The example shown in Figure 1 denies FTP traffic from subnet 192.168.11.0 that is going to subnet 192.168.10.0, but permits all other traffic. Note the use of wildcard masks and the explicit deny any statement. Remember that FTP uses TCP ports 20 and 21; therefore the ACL requires both port name keywords ftp and ftp-data or eq 20 and eq 21 to deny FTP.

If using port numbers instead of port names, the commands would be written as:

access-list 114 permit tcp 192.168.20.0 0.0.0.255 any eq 20

access-list 114 permit tcp 192.168.20.0 0.0.0.255 any eq 21

To prevent the implied deny any statement at the end of the ACL from blocking all traffic, the permit ip any any statement is added. Without at least one permit statement in an ACL, all traffic on the interface where that ACL was applied would be dropped. The ACL should be applied inbound on the G0/1 interface so that traffic from the 192.168.11.0/24 LAN is filtered as it enters the router interface.

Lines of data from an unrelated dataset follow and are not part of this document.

/**
 * The engine against an independent high-accuracy solver on the nonlinear tank.
 */
import { describe, it, expect } from 'vitest';
import { runTrial, type LoopConfig, type PlantDynamics } from '../../src/sim/index.js';
import * as H from './hand-plants.js';
import { ConstantController } from './controllers.js';
import { odexOutputs } from './odex-reference.js';

/**
 * Run the plant open loop in manual mode with a valve schedule and compare every sample with
 * odex at rtol = atol = 1e-12. Returns the worst relative difference.
 */
export function worstRelativeToOdex(
  plant: PlantDynamics,
  schedule: [number, number][],
  duration: number,
  sampleTime: number,
  step = 0,
): number {
  const loop: LoopConfig = {
    actuator: { min: -Infinity, max: Infinity, rateLimit: Infinity },
    sensor: { delay: 0, noiseStd: 0, filterTime: 0, resolution: 0, seed: 1, span: null },
    sampleTime,
    step,
    integrator: 'rk4',
  };
  const input = (t: number): number => {
    let u = schedule[0][1];
    for (const [at, v] of schedule) if (t >= at - 1e-9) u = v;
    return u;
  };
  const res = runTrial(plant, new ConstantController(schedule[0][1]), loop, {
    duration,
    initialSetpoint: 0,
    initialOutput: schedule[0][1],
    events: schedule.slice(1).map(([at, v]) => ({ kind: 'mode' as const, at, mode: 'manual' as const, output: v })),
  });
  expect(res.status).toBe('ok');
  const times = Array.from(res.trace.t.subarray(0, res.trace.length));
  const ref = odexOutputs(plant, times, input);
  let worst = 0;
  for (let i = 0; i < times.length; i++) worst = Math.max(worst, Math.abs(res.trace.y[i] - ref[i]) / Math.abs(ref[i]));
  return worst;
}

describe('engine vs odex (Hairer & Wanner ODEX extrapolation, rtol 1e-12)', () => {
  // Hairer, Nørsett & Wanner, Solving ODEs I, 2nd ed. 1993, sec. II.9 (the ODEX code).
  const schedule: [number, number][] = [[0, 0.3], [100, 0.9], [400, 0.1]];

  it('gravity-drained tank, valve steps up and down, h = 0.1 s: agreement to 1e-6 relative', () => {
    // The level falls to 0.078 m, where the outflow mode c/(2A sqrt(h)) is 0.45 1/s; h = 0.1 s
    // keeps h·rho at 0.045 there.
    const worst = worstRelativeToOdex(H.tank(0.5), schedule, 800, 0.5, 0.1);
    expect(worst).toBeLessThan(1e-6);
  });

  it('at the automatic step (0.5 s here) the difference is RK4 truncation: ~16x smaller at half the step', () => {
    // chooseStep sees the slow mode at the initial level 0.5 m (0.18 1/s) and takes one step per
    // sample; at the low level h·rho = 0.22 and the worst difference is ~1.2e-5 relative. Halving
    // the step must shrink it by ~2^4 (Butcher 2016): it is the method's error, not a model error.
    const auto = worstRelativeToOdex(H.tank(0.5), schedule, 800, 0.5, 0);
    const half = worstRelativeToOdex(H.tank(0.5), schedule, 800, 0.5, 0.25);
    expect(auto).toBeLessThan(1e-4);
    expect(auto / half).toBeGreaterThan(12);
    expect(auto / half).toBeLessThan(20);
  });

  it('the comparison can fail: a 0.1 % different outflow coefficient is detected', () => {
    // Guard that the figure above is meaningful: the engine runs the perturbed plant, odex the
    // nominal one through the same schedule.
    const nominal = H.tank(0.5);
    const perturbed = H.tank(0.5, 2, 0.5005);
    const loop: LoopConfig = {
      actuator: { min: -Infinity, max: Infinity, rateLimit: Infinity },
      sensor: { delay: 0, noiseStd: 0, filterTime: 0, resolution: 0, seed: 1, span: null },
      sampleTime: 0.5,
      step: 0,
      integrator: 'rk4',
    };
    const res = runTrial(perturbed, new ConstantController(0.3), loop, { duration: 200, initialSetpoint: 0, initialOutput: 0.3, events: [] });
    const ref = odexOutputs(nominal, Array.from(res.trace.t.subarray(0, res.trace.length)), () => 0.3);
    const last = res.trace.length - 1;
    expect(Math.abs(res.trace.y[last] - ref[last]) / ref[last]).toBeGreaterThan(1e-4);
  });
});
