/**
 * Published qualitative findings on valve stiction, reproduced on the engine (Choudhury, Thornhill
 * & Shah, "Modelling valve stiction", Control Engineering Practice 13 (2005) 641–658, from memory):
 * a self-regulating plant under PI with a sticky valve (slip jump, J > 0) cycles for ever; under
 * P-only it settles, with an offset; an integrating plant under PI cycles; backlash alone
 * (dead band, J = 0) under PI on a self-regulating plant does not sustain a cycle. Each finding is
 * checked against the same loop without the element, so the tests fail if the element is missing.
 */
import { describe, expect, it } from 'vitest';
import { buildLoop } from '../../src/loop/index.js';
import { readFileSync } from 'node:fs';
import { loadPlant } from '../../src/model/index.js';
import { runTrial, type TrialResult } from '../../src/sim/index.js';
import { valveCaseText } from '../helpers/valve-case.js';

/** A plant file: `model` line, controller, actuator extras. */
function run(model: string, controller: string, valve: string, duration = 3000, min = 0): TrialResult {
  const text = valveCaseText(model, controller, valve, min, duration);
  const r = loadPlant(text, 'case.yaml');
  if (!r.plant) throw new Error(r.diagnostics.map((d) => d.message).join('; '));
  const loop = buildLoop(r.plant);
  return runTrial(loop.dynamics, loop.controller(), loop.config, loop.trial);
}

/** Peak-to-peak of y and the number of crossings of its mean over the last third of the trial. */
function tail(res: TrialResult): { pp: number; crossings: number; mean: number } {
  const n = res.trace.length;
  const y = [...res.trace.y.subarray(Math.floor((2 * n) / 3), n)];
  const mean = y.reduce((a, b) => a + b, 0) / y.length;
  let crossings = 0;
  for (let i = 1; i < y.length; i++) if ((y[i - 1] - mean) * (y[i] - mean) < 0) crossings++;
  return { pp: Math.max(...y) - Math.min(...y), crossings, mean };
}

const SELF = '{ type: first_order, gain: 1, time_constant: 10 s, delay: 2 s }';
const INTEGRATING = '{ type: integrating, gain: 0.05, delay: 2 s }';
const PI = '{ kc: 1, ti: 10 s }';
const STICKY = '  stiction: { static: 2, dynamic: 1 }';

describe('stiction findings (Choudhury, Thornhill & Shah 2005)', () => {
  it('self-regulating + PI + stiction: a sustained limit cycle; the same loop without stiction settles', () => {
    const sticky = tail(run(SELF, PI, STICKY));
    const clean = tail(run(SELF, PI, ''));
    expect(sticky.pp).toBeGreaterThan(0.5);
    expect(sticky.crossings).toBeGreaterThanOrEqual(6);
    expect(clean.pp).toBeLessThan(1e-3);
  });
  it('self-regulating + P-only + stiction: no cycle, the stem stays stuck and an offset remains', () => {
    const res = run(SELF, '{ structure: p, kc: 1 }', STICKY);
    const t = tail(res);
    expect(t.pp).toBeLessThan(1e-6);
    expect(Math.abs(55 - t.mean)).toBeGreaterThan(0.5);
  });
  it('integrating + PI + stiction: a sustained limit cycle; the same loop without stiction settles', () => {
    const sticky = tail(run(INTEGRATING, '{ kc: 4, ti: 40 s }', STICKY, 3000, -100));
    const clean = tail(run(INTEGRATING, '{ kc: 4, ti: 40 s }', '', 3000, -100));
    expect(sticky.pp).toBeGreaterThan(0.5);
    expect(sticky.crossings).toBeGreaterThanOrEqual(6);
    expect(clean.pp).toBeLessThan(1e-3);
  });
  it('backlash alone (dead band, no slip jump) + PI on a self-regulating plant: no sustained cycle', () => {
    const t = tail(run(SELF, PI, '  backlash: 3'));
    expect(t.pp).toBeLessThan(0.05);
  });
});

describe('the bundled sticky flow valve (plants/sticky-flow-valve.yaml)', () => {
  const text = readFileSync(new URL('../../plants/sticky-flow-valve.yaml', import.meta.url), 'utf8').replace('noise_std: 0.05, ', '');
  const once = (t: string): TrialResult => {
    const p = loadPlant(t, 'sticky-flow-valve.yaml').plant;
    if (!p) throw new Error('the bundled plant does not load');
    const loop = buildLoop(p);
    return runTrial(loop.dynamics, loop.controller(), loop.config, loop.trial);
  };
  it("its file gains cycle on its valve, and settle on a clean one", () => {
    const sticky = tail(once(text));
    expect(sticky.pp).toBeGreaterThan(0.2);
    expect(sticky.crossings).toBeGreaterThanOrEqual(3);
    expect(tail(once(text.replace('stiction: { static: 1.5, dynamic: 0.7 }', 'backlash: 0'))).pp).toBeLessThan(1e-6);
  });
});
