describe('literals lifted out of the sources', () => {
  const linear = (k: number, tau: number, src?: string): PlantDynamics =>
    H.makePlant({
      states: [['x', 0]],
      disturbances: [['load', 0]],
      derivSource: [src ?? `(((${-1 / tau}) * x_0) + (${k / tau} * (u + d_0)))`],
      outputSource: 'x_0',
      deriv: (_t, x, u, d, _p, dx) => {
        dx[0] = (-1 / tau) * x[0] + (k / tau) * (u + d[0]);
      },
      output: (_t, x) => x[0],
    });

  it('two linear plants with other coefficients share one template and one generated function', () => {
    const a = liftedSources(linear(2, 5));
    const b = liftedSources(linear(1.7, 4.2));
    expect(a.deriv).toEqual(b.deriv);
    expect(a.values).toEqual([0.2, 0.4]);
    expect(b.values).toEqual([-1 / 4.2, 1.7 / 4.2].map(Math.abs));
    const shape = { width: 2, inputDelay: false, sensorDelay: false, filtered: false, noisy: false, quantised: false, rateLimited: false, ranged: false, valve: { sticky: false, lagged: false, characteristic: 'linear' as const }, antiWindup: 'none' as const };
    expect(generateBatch(linear(2, 5), 'rk4', shape)).toBe(generateBatch(linear(1.7, 4.2), 'rk4', shape));
  });

  it('a literal next to ** stays in the text; x_0 and p_1 are names, not literals', () => {
    const l = liftedSources(linear(1, 1, '(x_0 ** 2) - 3 * 2 ** x_0 + 0.5e-3 * x_0'));
    expect(l.deriv[0]).toBe('(x_0 ** 2) - $L0 * 2 ** x_0 + $L1 * x_0');
    expect(l.values).toEqual([3, 0.0005]);
  });

  it('linear plants whose coefficients differ per case run batched and equal runTrial', () => {
    const cases: Case[] = [0.5, 1, 1.5, 2, 2.5].map((k, i) => ({ plant: linear(k, 3 + i), gains: { kc: 0.7, ti: 3 }, loop: loopConfig(0.2, 0.05) }));
    expectSameAsRunTrial(cases, trial(20, STEPS));
  });
});

describe('runTrialBatch outside the generated subset', () => {
  it('a controller that is not the plain PID law runs on its own, same result, with a note', () => {
    const loop = loopConfig(0.5, 0.1);
    const plant = H.firstOrder();
    const res = runTrialBatch(
      [
        { plant, controller: new ConstantController(0.3), loop },
        { plant, controller: pid({}, 0.5), loop },
      ],
      trial(5, STEPS),
    );
    expect(res.batched).toEqual([false, true]);
    expect(res.notes).toEqual(['the controller is not the plain PID law']);
    expect(difference(res.results[0], runTrial(plant, new ConstantController(0.3), loop, trial(5, STEPS)))).toBeNull();
  });

  it('a trial with a mode event runs every loop on its own', () => {
    const loop = loopConfig(0.5, 0.1);
    const tr = trial(6, [{ kind: 'mode', at: 2, mode: 'manual', output: 0.4 }]);
    const res = runTrialBatch([{ plant: H.firstOrder(), controller: pid({}, 0.5), loop }], tr);
    expect(res.batched).toEqual([false]);
    expect(res.notes[0]).toContain('mode event');
    expect(difference(res.results[0], runTrial(H.firstOrder(), pid({}, 0.5), loop, tr))).toBeNull();
  });

  it('a PidController subclass is not taken for the plain law', () => {
    class Shifted extends PidController {
      override update(r: number, y: number): number {
        return super.update(r, y) + 0.1;
      }
    }
    const s = new Shifted(PI, { sampleTime: 0.5 });
    expect(s.pidLaw()).toBeNull();
    expect(pid({}, 0.5).pidLaw()).not.toBeNull();
  });

  it('the generated source calls nothing but Math and Number.isFinite (noise deviates are drawn beforehand, once per seed)', () => {
    const src = batchSource(H.tank(), 'rk4', {
      width: 2,
      inputDelay: true,
      sensorDelay: true,
      filtered: true,
      noisy: true,
      quantised: true,
      rateLimited: true,
      ranged: true,
      valve: { sticky: true, lagged: true, characteristic: 'equal_percentage' },
      antiWindup: 'clamp',
    });
    const called = new Set([...src.matchAll(/([A-Za-z_$][\w$]*(?:\.[A-Za-z_$][\w$]*)*)\s*\(/g)].map((m) => m[1]));
    for (const kw of ['function', 'batch', 'if', 'for']) called.delete(kw);
    // One work array made once per call, before the sample loop.
    expect(src.indexOf('new Float64Array')).toBeLessThan(src.indexOf('for (let k = 0'));
    called.delete('Float64Array');
    const other = [...called].filter((n) => !n.startsWith('Math.') && n !== 'Number.isFinite');
    expect(other).toEqual([]);
    expect(src).toContain('noise * G[ng + k]');
  });
});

The example shown in Figure 2, denies Telnet traffic from any source to the 192.168.11.0/24 LAN, but allows all other IP traffic. Because traffic destined for the 192.168.11.0/24 LAN is outbound on interface G0/1, the ACL would be applied to G0/1 using the out keyword. Note the use of the any keywords in the permit statement. This permit statement is added to ensure that no other traffic is blocked.

Note: The examples in Figures 1 and 2 both use the permit ip any any statement at the end of the ACL. For greater security the permit 192.168.11.0 0.0.0.255 any command may be used.